Return on Assets Calculator
Instructions: You can use this Return on Assets Calculator \((ROA)\), by providing the Net Income and the current total assets in the form below:
Return on Assets Calculator
More about the Return on Assets so you can better use the results provided by this finance calculator
.The Return on Assets \((ROA)\) is the ratio of net income to total assets. This ratio is a profitability measure, and it indicates how many dollars in net income a firm has for each $1 in total assets.
How do you calculate the return on assets? What formula do you use?
In order to calculate the ROA, we use the following formula:
\[ \text{ROA} = \displaystyle \frac{\text{Net Income}}{\text{Total Assets}}\]What is a good return on assets? In general terms, the largest, the better. A high ROA means that the management team is capable of creating income from the firm's assets.
A similar metric, and a useful tool is this return on equity calculator, which measures the ability of a firm of generating income from its equity.

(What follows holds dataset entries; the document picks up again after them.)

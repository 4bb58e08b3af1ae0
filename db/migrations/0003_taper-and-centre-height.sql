ALTER TABLE "setups" DROP CONSTRAINT "setups_operation";--> statement-breakpoint
ALTER TABLE "grinders" ADD COLUMN "shims_mm" double precision[] DEFAULT '{}' NOT NULL;--> statement-breakpoint
ALTER TABLE "lathes" ADD COLUMN "compound_mm_per_turn" double precision;--> statement-breakpoint
ALTER TABLE "grinders" ADD CONSTRAINT "grinders_shims_count" CHECK (cardinality("grinders"."shims_mm") <= 60);--> statement-breakpoint
ALTER TABLE "grinders" ADD CONSTRAINT "grinders_shims_mm" CHECK (0.005 <= all("grinders"."shims_mm") and 50 >= all("grinders"."shims_mm"));--> statement-breakpoint
ALTER TABLE "lathes" ADD CONSTRAINT "lathes_compound_mm_per_turn" CHECK ("lathes"."compound_mm_per_turn" between 0.1 and 20);--> statement-breakpoint
ALTER TABLE "setups" ADD CONSTRAINT "setups_operation" CHECK ("setups"."operation" in ('jaws', 'bore', 'outside', 'taper'));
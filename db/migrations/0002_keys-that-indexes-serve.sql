DROP INDEX "setups_latest";--> statement-breakpoint
DROP INDEX "wheels_tag";--> statement-breakpoint
ALTER TABLE "setups" ADD COLUMN "good_until" date;--> statement-breakpoint
ALTER TABLE "wheels" ADD COLUMN "tag_key" text GENERATED ALWAYS AS (lower(tag)) STORED NOT NULL;--> statement-breakpoint
CREATE INDEX "setups_good_until" ON "setups" USING btree ("shop_id","good_until");--> statement-breakpoint
CREATE INDEX "setups_rules_version" ON "setups" USING btree ("shop_id","rules_version");--> statement-breakpoint
CREATE INDEX "setups_latest" ON "setups" USING btree ("shop_id","updated_at","id");--> statement-breakpoint
CREATE UNIQUE INDEX "wheels_tag" ON "wheels" USING btree ("shop_id","tag_key");--> statement-breakpoint
ALTER TABLE "setups" DROP COLUMN "planned_on";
-- Policies bind the tables' owner too; only a role with BYPASSRLS (migrations, backup) stands above them.
ALTER TABLE "audit_entries" FORCE ROW LEVEL SECURITY;--> statement-breakpoint
ALTER TABLE "belt_steps" FORCE ROW LEVEL SECURITY;--> statement-breakpoint
ALTER TABLE "grinders" FORCE ROW LEVEL SECURITY;--> statement-breakpoint
ALTER TABLE "lathes" FORCE ROW LEVEL SECURITY;--> statement-breakpoint
ALTER TABLE "memberships" FORCE ROW LEVEL SECURITY;--> statement-breakpoint
ALTER TABLE "persons" FORCE ROW LEVEL SECURITY;--> statement-breakpoint
ALTER TABLE "quills" FORCE ROW LEVEL SECURITY;--> statement-breakpoint
ALTER TABLE "setups" FORCE ROW LEVEL SECURITY;--> statement-breakpoint
ALTER TABLE "shops" FORCE ROW LEVEL SECURITY;--> statement-breakpoint
ALTER TABLE "wheels" FORCE ROW LEVEL SECURITY;--> statement-breakpoint

-- Signing in must find a person before anyone is known: by the exact address, one at a time.
CREATE FUNCTION "credentials_of"("address" text) RETURNS TABLE ("person_id" uuid, "password_hash" text)
  LANGUAGE sql STABLE SECURITY DEFINER SET search_path = pg_catalog, pg_temp
  BEGIN ATOMIC
    SELECT "persons"."id", "persons"."password_hash" FROM "public"."persons" WHERE "persons"."email" = "address";
  END;--> statement-breakpoint
REVOKE ALL ON FUNCTION "credentials_of"(text) FROM PUBLIC;--> statement-breakpoint
GRANT EXECUTE ON FUNCTION "credentials_of"(text) TO "ringtrue_app";--> statement-breakpoint

-- The application is granted table by table what it does, and nothing on tables yet to come.
GRANT USAGE ON SCHEMA "public" TO "ringtrue_app";--> statement-breakpoint
GRANT SELECT ("id", "name", "email", "created_at", "updated_at"), INSERT, UPDATE ("name", "email", "password_hash", "updated_at") ON "persons" TO "ringtrue_app";--> statement-breakpoint
GRANT SELECT, INSERT, UPDATE ON "shops", "memberships", "lathes", "grinders", "quills", "wheels", "setups" TO "ringtrue_app";--> statement-breakpoint
GRANT SELECT, INSERT, UPDATE, DELETE ON "belt_steps", "sessions", "rate_limits" TO "ringtrue_app";--> statement-breakpoint
GRANT SELECT, INSERT ON "audit_entries" TO "ringtrue_app";--> statement-breakpoint

-- The backup reads everything, the record of migrations included, also what is made later.
GRANT USAGE ON SCHEMA "public", "drizzle" TO "ringtrue_backup";--> statement-breakpoint
GRANT SELECT ON ALL TABLES IN SCHEMA "public", "drizzle" TO "ringtrue_backup";--> statement-breakpoint
GRANT SELECT ON ALL SEQUENCES IN SCHEMA "public", "drizzle" TO "ringtrue_backup";--> statement-breakpoint
ALTER DEFAULT PRIVILEGES IN SCHEMA "public" GRANT SELECT ON TABLES TO "ringtrue_backup";--> statement-breakpoint
ALTER DEFAULT PRIVILEGES IN SCHEMA "public" GRANT SELECT ON SEQUENCES TO "ringtrue_backup";--> statement-breakpoint
ALTER DEFAULT PRIVILEGES REVOKE EXECUTE ON FUNCTIONS FROM PUBLIC;
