import { keyPart, rowParts, type Part } from '@/features/records';
import { mergedValues } from '@/features/records/conflict-sheet';

interface Row {
  id: string;
  size: number;
}
interface Values {
  name: string;
  note: string;
  rows: Row[];
}

const base: Values = { name: 'Lathe', note: 'old', rows: [{ id: 'a', size: 1 }] };
const partsOf = (versions: readonly Values[]): Part<Values>[] => [
  keyPart('name', 'Name', (name) => name),
  keyPart('note', 'Note', (note) => note),
  ...rowParts<Row, 'rows', Values>('rows', versions, {
    label: ({ id }) => id,
    words: ({ size }) => String(size),
  }),
];
const merge = (mine: Values, theirs: Values, sides: Record<string, 'mine' | 'theirs'> = {}) =>
  mergedValues(partsOf([mine, theirs]), { base, mine, theirs }, sides);

it('keeps what I changed and takes what only they changed', () => {
  const mine = { ...base, name: 'Lathe 3' };
  const theirs = { ...base, note: 'new' };
  expect(merge(mine, theirs)).toEqual({ ...base, name: 'Lathe 3', note: 'new' });
});

it('keeps mine where both changed the same fact, until theirs is chosen', () => {
  const mine = { ...base, note: 'mine' };
  const theirs = { ...base, note: 'theirs' };
  expect(merge(mine, theirs).note).toBe('mine');
  expect(merge(mine, theirs, { note: 'theirs' }).note).toBe('theirs');
});

it('takes a row that they added, and drops one that they removed', () => {
  const added = { ...base, rows: [...base.rows, { id: 'b', size: 2 }] };
  expect(merge(base, added).rows.map(({ id }) => id)).toEqual(['a', 'b']);
  expect(merge(base, { ...base, rows: [] }).rows).toEqual([]);
  expect(merge(base, { ...base, rows: [] }, { 'rows.a': 'mine' }).rows).toEqual(base.rows);
});

it('keeps mine everywhere when nobody knows what both started from', () => {
  const theirs = { ...base, note: 'theirs' };
  const merged = mergedValues(partsOf([base, theirs]), { base: null, mine: base, theirs }, {});
  expect(merged).toEqual(base);
});
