import {
  collectTexts,
  entryInUnits,
  entryRules,
  mapEntries,
  recallTexts,
  storedEntry,
  typedEntry,
} from '@/features/records';
import * as yup from 'yup';

const WIDTH = { label: 'Width', unit: 'mm', limit: 'wheelWidthMm' } as const;

it('shows a value in other units and leaves the value as it was typed', () => {
  const typed = typedEntry('13', WIDTH, 'mm');
  const inch = entryInUnits(typed, WIDTH, 'inch');
  expect(inch.si).toBe(13);
  // 13 / 25.4 (NIST SP 811: the inch is 25.4 mm exactly).
  expect(Number(inch.text)).toBeCloseTo(13 / 25.4, 8);
  expect(entryInUnits(inch, WIDTH, 'mm')).toEqual(typed);
});

it('reads a bare number in the units of the form, and a unit behind it over them', () => {
  expect(typedEntry('1/2', WIDTH, 'inch').si).toBeCloseTo(12.7, 9);
  expect(typedEntry('0,5 in', WIDTH, 'mm').si).toBeCloseTo(12.7, 9);
});

it('keeps what cannot be read through a change of units', () => {
  const typed = typedEntry('wide', WIDTH, 'mm');
  expect(typed.si).toBeNull();
  expect(entryInUnits(typed, WIDTH, 'inch')).toBe(typed);
});

it('takes the ends of the range in either unit, also after a change of units', () => {
  const schema = (units: 'mm' | 'inch') =>
    yup.object(entryRules({ width: WIDTH }, units, ['width']));
  for (const end of ['0.5', '300']) {
    const mm = typedEntry(end, WIDTH, 'mm');
    expect(schema('mm').isValidSync({ width: mm })).toBe(true);
    expect(schema('inch').isValidSync({ width: entryInUnits(mm, WIDTH, 'inch') })).toBe(true);
  }
  for (const outside of ['0.499', '300.1', '0', '-5', 'wide', ''])
    expect(schema('mm').isValidSync({ width: typedEntry(outside, WIDTH, 'mm') })).toBe(false);
});

describe('texts kept with a record', () => {
  const specs = { width: WIDTH };
  const store = (text: string) => {
    const values = { width: typedEntry(text, WIDTH, 'inch') };
    return collectTexts('inch', (change) => mapEntries(values, specs, { change }));
  };
  const reopen = (si: number, texts: Record<string, string>, units: 'mm' | 'inch') =>
    mapEntries({ width: storedEntry(si, WIDTH, units) }, specs, {
      change: recallTexts(texts, units),
    }).width;

  it('come back as they were typed, in the units they were typed in', () => {
    expect(reopen(12.7, store('1/2'), 'inch')).toEqual({ text: '1/2', si: 12.7 });
    expect(reopen(12.7, store('1/2'), 'mm').text).toBe('12.7');
  });

  it('give way to a value that was changed elsewhere', () => {
    expect(reopen(20, store('1/2'), 'inch').text).not.toBe('1/2');
  });
});
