ALTER TABLE "appointments" FORCE ROW LEVEL SECURITY;--> statement-breakpoint
ALTER TABLE "wheel_entries" FORCE ROW LEVEL SECURITY;--> statement-breakpoint
GRANT SELECT, INSERT, UPDATE ("ended_at", "version", "updated_at") ON "appointments" TO "ringtrue_app";--> statement-breakpoint
GRANT SELECT, INSERT ON "wheel_entries" TO "ringtrue_app";--> statement-breakpoint

-- A part of a text is found by its trigrams, which no index under a policy serves: LIKE is not leakproof.
-- So the search alone runs with the owner's rights, and is bound to the transaction's shop by its own words.
CREATE EXTENSION IF NOT EXISTS "pg_trgm";--> statement-breakpoint
CREATE EXTENSION IF NOT EXISTS "btree_gin";--> statement-breakpoint
CREATE INDEX "wheels_search" ON "wheels" USING gin ("shop_id", "search_text" gin_trgm_ops);--> statement-breakpoint
CREATE FUNCTION "wheels_holding"("pattern" text, "most" integer) RETURNS SETOF uuid
  LANGUAGE sql STABLE SECURITY DEFINER SET search_path = pg_catalog, pg_temp
  BEGIN ATOMIC
    SELECT "id" FROM "public"."wheels"
    WHERE "shop_id" = (SELECT nullif(current_setting('app.shop_id', true), '')::uuid) AND "search_text" LIKE "pattern"
    LIMIT "most";
  END;--> statement-breakpoint
REVOKE ALL ON FUNCTION "wheels_holding"(text, integer) FROM PUBLIC;--> statement-breakpoint
GRANT EXECUTE ON FUNCTION "wheels_holding"(text, integer) TO "ringtrue_app";--> statement-breakpoint

-- What each wheel's row says today becomes the entries of its life so far. On which spindle a mounted wheel
-- sits nobody wrote down: the entry says so, and nothing more is done on it until it is mounted anew.
UPDATE "wheels" SET "received_on" = ("wheels"."created_at" AT TIME ZONE "shops"."time_zone")::date
  FROM "shops" WHERE "shops"."id" = "wheels"."shop_id";--> statement-breakpoint
INSERT INTO "wheel_entries" ("shop_id", "id", "wheel_id", "number", "kind", "at", "happened_on", "person_id", "look",
    "ring", "diameter_mm", "reason", "creation_digest")
  SELECT w."shop_id", gen_random_uuid(), w."id", row_number() OVER (PARTITION BY w."shop_id", w."id" ORDER BY s."place"),
    s."kind", w."created_at", w."received_on",
    coalesce(
      (SELECT a."person_id" FROM "audit_entries" a JOIN "memberships" USING ("shop_id", "person_id")
        WHERE a."shop_id" = w."shop_id" AND a."subject" = 'wheel' AND a."subject_id" = w."id" AND a."action" = 'create'
        ORDER BY a."at" LIMIT 1),
      (SELECT m."person_id" FROM "memberships" m WHERE m."shop_id" = w."shop_id" AND m."role" = 'lead'
        ORDER BY m."created_at", m."person_id" LIMIT 1)),
    s."look", s."ring", s."diameter_mm", s."reason", 'as the row stood'
  FROM "wheels" w CROSS JOIN LATERAL (VALUES
    (1, 'received', NULL, NULL, w."diameter_now_mm", NULL, true),
    (2, 'inspected', w."looked", NULL, NULL, NULL, w."looked" IS NOT NULL),
    (3, 'ring test', NULL, w."rung", NULL, NULL, w."rung" IS NOT NULL),
    (4, 'mounted', NULL, NULL, NULL, NULL, w."state" = 'mounted'),
    (5, 'set aside', NULL, NULL, NULL, w."set_aside_reason", w."state" = 'set aside'),
    (6, 'scrapped', NULL, NULL, NULL, 'Scrapped before entries were kept.', w."state" = 'scrapped')
  ) s ("place", "kind", "look", "ring", "diameter_mm", "reason", "said")
  WHERE s."said";--> statement-breakpoint

-- Found sound before it was set aside counts no longer; what speaks against the wheel stays.
UPDATE "wheels" SET "looked" = nullif("looked", 'sound'), "rung" = CASE WHEN "rung" = 'dull' THEN "rung" END
  WHERE "state" = 'set aside';--> statement-breakpoint
UPDATE "wheels" SET "is_on_spindle" = true WHERE "state" = 'mounted';--> statement-breakpoint
UPDATE "wheels" SET
    "due_on" = least("expires_on", CASE WHEN "looked" IS NULL OR ("rung" IS NULL AND "mandrel_diameter_mm" IS NULL) THEN "received_on" END),
    "due_why" = CASE
      WHEN "expires_on" < "received_on" THEN 'expiry'
      WHEN "looked" IS NULL THEN 'close look'
      WHEN "rung" IS NULL AND "mandrel_diameter_mm" IS NULL THEN 'ring test'
      WHEN "expires_on" IS NOT NULL THEN 'expiry'
    END
  WHERE "state" IN ('on the rack', 'mounted');--> statement-breakpoint

-- The usual hundred steps are too coarse to see that few of 50 000 wheels are overdue, or that fast.
ALTER TABLE "wheels" ALTER COLUMN "due_key" SET STATISTICS 1000, ALTER COLUMN "limit_rpm" SET STATISTICS 1000,
  ALTER COLUMN "diameter_now_mm" SET STATISTICS 1000, ALTER COLUMN "usable_until" SET STATISTICS 1000;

Example: Calculation of Return on Assets
Question: Assume that you are the manager of a company that has a net income of $15,000, and the value of its assets is $400,000. Compute the firm's return on assets.
Solution:
This is the information we have been provided with:
Net Income = | \(15000\) |
Total Assets = | \(400000\) |
The return on assets \((ROA)\) is computed using the following formula:
\[ \begin{array}{ccl} ROA & = & \displaystyle \frac{\text{Net Income}}{\text{Total Assets}} \\\\ \\\\ & = & \displaystyle \frac{\text{\textdollar}15000}{\text{\textdollar}400000} \\\\ \\\\ & = & 0.0375 \end{array} \]Therefore, the return on assets for the given net income of \(\text{\textdollar}15000\) and total assets of \(\text{\textdollar}400000\) is \(ROA = 0.0375 = 3.75\%\). This means the company generates \(\text{\textdollar}0.04\) in net income for every $1 in total assets.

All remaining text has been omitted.